-- Data for review follows --

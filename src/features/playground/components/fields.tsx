/**
 * Form fields bound to react-hook-form by name ("input.pack.capacityAh"), validated by the calculation's
 * shared zod schema through the zod resolver. Each field is labelled, shows its hint (from the schema's
 * own description where there is one) and its error inline, wired with aria-describedby.
 */
import { useEffect, useId, useRef, useState, type ReactNode } from 'react';
import { useController, useFormContext, useWatch } from 'react-hook-form';
import { celsiusToFahrenheit, fahrenheitToCelsius, feetToM, mToFeet, roundTo } from '#shared/calc/units.ts';
import { useUnitSystem } from '../../../lib/units.ts';

/** zod's messages for a missing or non-numeric number, said plainly. */
export function friendlyMessage(message: string | undefined): string | undefined {
  if (!message) return message;
  if (/expected number, received (NaN|undefined)/.test(message)) return /NaN/.test(message) ? 'Enter a number' : 'Required';
  if (/expected (string|boolean|object|array), received undefined/.test(message)) return 'Required';
  return message;
}

const inputClass = (error?: string) =>
  `mt-1 block w-full rounded-md border bg-white px-3 py-2 font-mono text-sm text-graphite shadow-sm ${error ? 'border-danger' : 'border-line'} focus-visible:border-copper`;

function Frame({ id, label, unit, hint, error, children, className = '' }: { id: string; label: string; unit?: string; hint?: ReactNode; error?: string; children: ReactNode; className?: string }) {
  return (
    <div className={className}>
      <label htmlFor={id} className="block text-sm font-medium">
        {label}
        {unit ? <span className="font-normal text-graphite-soft"> ({unit})</span> : null}
      </label>
      {children}
      {hint ? (
        <p id={`${id}-hint`} className="mt-1 text-xs text-graphite-soft">
          {hint}
        </p>
      ) : null}
      {error ? (
        <p id={`${id}-error`} className="mt-1 text-sm font-medium text-danger">
          {error}
        </p>
      ) : null}
    </div>
  );
}

const describedBy = (id: string, hint?: ReactNode, error?: string) => [hint ? `${id}-hint` : '', error ? `${id}-error` : ''].filter(Boolean).join(' ') || undefined;

interface BaseProps {
  name: string;
  label: string;
  hint?: ReactNode;
  className?: string;
}

/**
 * A number: empty means "not given" (undefined), anything else is parsed, and a non-number is left for
 * the schema to report. `toDisplay`/`fromDisplay` convert for unit systems (the form keeps API units).
 */
export function NumberField({
  name,
  label,
  unit,
  hint,
  className,
  toDisplay,
  fromDisplay,
}: BaseProps & { unit?: string; toDisplay?: (v: number) => number; fromDisplay?: (v: number) => number }) {
  const id = useId();
  const { field, fieldState } = useController({ name });
  const error = friendlyMessage(fieldState.error?.message);
  const shown = (v: unknown) => (typeof v === 'number' && Number.isFinite(v) ? String(toDisplay ? roundTo(toDisplay(v), 2) : v) : '');
  const [text, setText] = useState(() => shown(field.value));
  const lastSet = useRef<unknown>(field.value);
  // Follow changes made from outside (reset, a unit switch): not the ones this input just made.
  useEffect(() => {
    if (field.value !== lastSet.current) {
      lastSet.current = field.value;
      setText(shown(field.value));
    }
    // eslint-disable-next-line react-hooks/exhaustive-deps
  }, [field.value, toDisplay]);
  return (
    <Frame id={id} label={label} unit={unit} hint={hint} error={error} className={className}>
      <input
        id={id}
        ref={field.ref}
        name={field.name}
        type="text"
        inputMode="decimal"
        autoComplete="off"
        spellCheck={false}
        value={text}
        onBlur={field.onBlur}
        onChange={(e) => {
          const raw = e.target.value;
          setText(raw);
          const trimmed = raw.trim().replace(',', '.');
          const parsed = trimmed === '' ? undefined : Number(trimmed);
          const value = parsed !== undefined && Number.isFinite(parsed) && fromDisplay ? fromDisplay(parsed) : parsed;
          lastSet.current = value;
          field.onChange(value);
        }}
        aria-invalid={error ? true : undefined}
        aria-describedby={describedBy(id, hint, error)}
        className={inputClass(error)}
      />
    </Frame>
  );
}

export function TextField({ name, label, hint, className, placeholder }: BaseProps & { placeholder?: string }) {
  const id = useId();
  const { field, fieldState } = useController({ name });
  const error = friendlyMessage(fieldState.error?.message);
  return (
    <Frame id={id} label={label} hint={hint} error={error} className={className}>
      <input
        id={id}
        ref={field.ref}
        name={field.name}
        type="text"
        placeholder={placeholder}
        value={typeof field.value === 'string' ? field.value : ''}
        onBlur={field.onBlur}
        onChange={(e) => field.onChange(e.target.value === '' ? undefined : e.target.value)}
        aria-invalid={error ? true : undefined}
        aria-describedby={describedBy(id, hint, error)}
        className={inputClass(error).replace('font-mono ', '')}
      />
    </Frame>
  );
}

export function SelectField<T extends string | number>({
  name,
  label,
  hint,
  className,
  options,
  optional,
}: BaseProps & { options: ReadonlyArray<{ value: T; label: string }>; optional?: string }) {
  const id = useId();
  const { field, fieldState } = useController({ name });
  const error = friendlyMessage(fieldState.error?.message);
  const numeric = typeof options[0]?.value === 'number';
  return (
    <Frame id={id} label={label} hint={hint} error={error} className={className}>
      <select
        id={id}
        ref={field.ref}
        name={field.name}
        value={field.value === undefined ? '' : String(field.value)}
        onBlur={field.onBlur}
        onChange={(e) => field.onChange(e.target.value === '' ? undefined : numeric ? Number(e.target.value) : e.target.value)}
        aria-invalid={error ? true : undefined}
        aria-describedby={describedBy(id, hint, error)}
        className={inputClass(error).replace('font-mono ', '')}
      >
        {optional !== undefined ? <option value="">{optional}</option> : null}
        {options.map((o) => (
          <option key={String(o.value)} value={String(o.value)}>
            {o.label}
          </option>
        ))}
      </select>
    </Frame>
  );
}

export function CheckboxField({ name, label, hint, className }: BaseProps) {
  const id = useId();
  const { field, fieldState } = useController({ name });
  const error = friendlyMessage(fieldState.error?.message);
  return (
    <div className={className}>
      <div className="flex min-h-9 items-start gap-2">
        <input
          id={id}
          ref={field.ref}
          name={field.name}
          type="checkbox"
          checked={field.value === true}
          onBlur={field.onBlur}
          onChange={(e) => field.onChange(e.target.checked)}
          aria-describedby={describedBy(id, hint, error)}
          className="mt-1 h-4 w-4 accent-copper"
        />
        <label htmlFor={id} className="text-sm font-medium">
          {label}
        </label>
      </div>
      {hint ? (
        <p id={`${id}-hint`} className="ml-6 text-xs text-graphite-soft">
          {hint}
        </p>
      ) : null}
      {error ? (
        <p id={`${id}-error`} className="ml-6 text-sm font-medium text-danger">
          {error}
        </p>
      ) : null}
    </div>
  );
}

/** A temperature kept in °C (as the API takes it) and shown in °F when imperial units are chosen. */
export function TemperatureField(props: BaseProps) {
  const units = useUnitSystem();
  return units === 'imperial' ? (
    <NumberField key="f" {...props} unit="°F" toDisplay={celsiusToFahrenheit} fromDisplay={fahrenheitToCelsius} />
  ) : (
    <NumberField key="c" {...props} unit="°C" />
  );
}

/**
 * A one-way length under `base` (e.g. "input" or "input.link.cable"): `oneWayLengthM` in metric,
 * `oneWayLengthFt` in imperial (the API takes either, never both). Switching units moves and converts
 * the value.
 */
export function LengthField({ base, label, hint, className }: { base: string; label: string; hint?: ReactNode; className?: string }) {
  const units = useUnitSystem();
  const { getValues, setValue } = useFormContext();
  const m = `${base}.oneWayLengthM`;
  const ft = `${base}.oneWayLengthFt`;
  useWatch({ name: [m, ft] });
  useEffect(() => {
    const [from, to, convert] = units === 'imperial' ? [m, ft, mToFeet] : [ft, m, feetToM];
    const value = getValues(from) as unknown;
    if (typeof value === 'number' && Number.isFinite(value)) {
      setValue(to, roundTo(convert(value), 2), { shouldValidate: false });
      setValue(from, undefined);
    }
  }, [units, m, ft, getValues, setValue]);
  return units === 'imperial' ? (
    <NumberField key="ft" name={ft} label={label} unit="ft" hint={hint} className={className} />
  ) : (
    <NumberField key="m" name={m} label={label} unit="m" hint={hint} className={className} />
  );
}

/** A group of fields with a visible legend. */
export function FieldGroup({ legend, children, actions, description }: { legend: string; children: ReactNode; actions?: ReactNode; description?: ReactNode }) {
  return (
    <fieldset className="rounded-lg border border-line bg-white/50 p-4">
      <legend className="px-1 text-sm font-semibold">{legend}</legend>
      {description ? <p className="-mt-1 mb-3 text-xs text-graphite-soft">{description}</p> : null}
      <div className="grid gap-4 sm:grid-cols-2">{children}</div>
      {actions ? <div className="mt-3 flex flex-wrap gap-2">{actions}</div> : null}
    </fieldset>
  );
}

-- Data for review concluded --

Your task — Please give the number of lines above in which the word "useState" appears, without any other text.

Answer — 2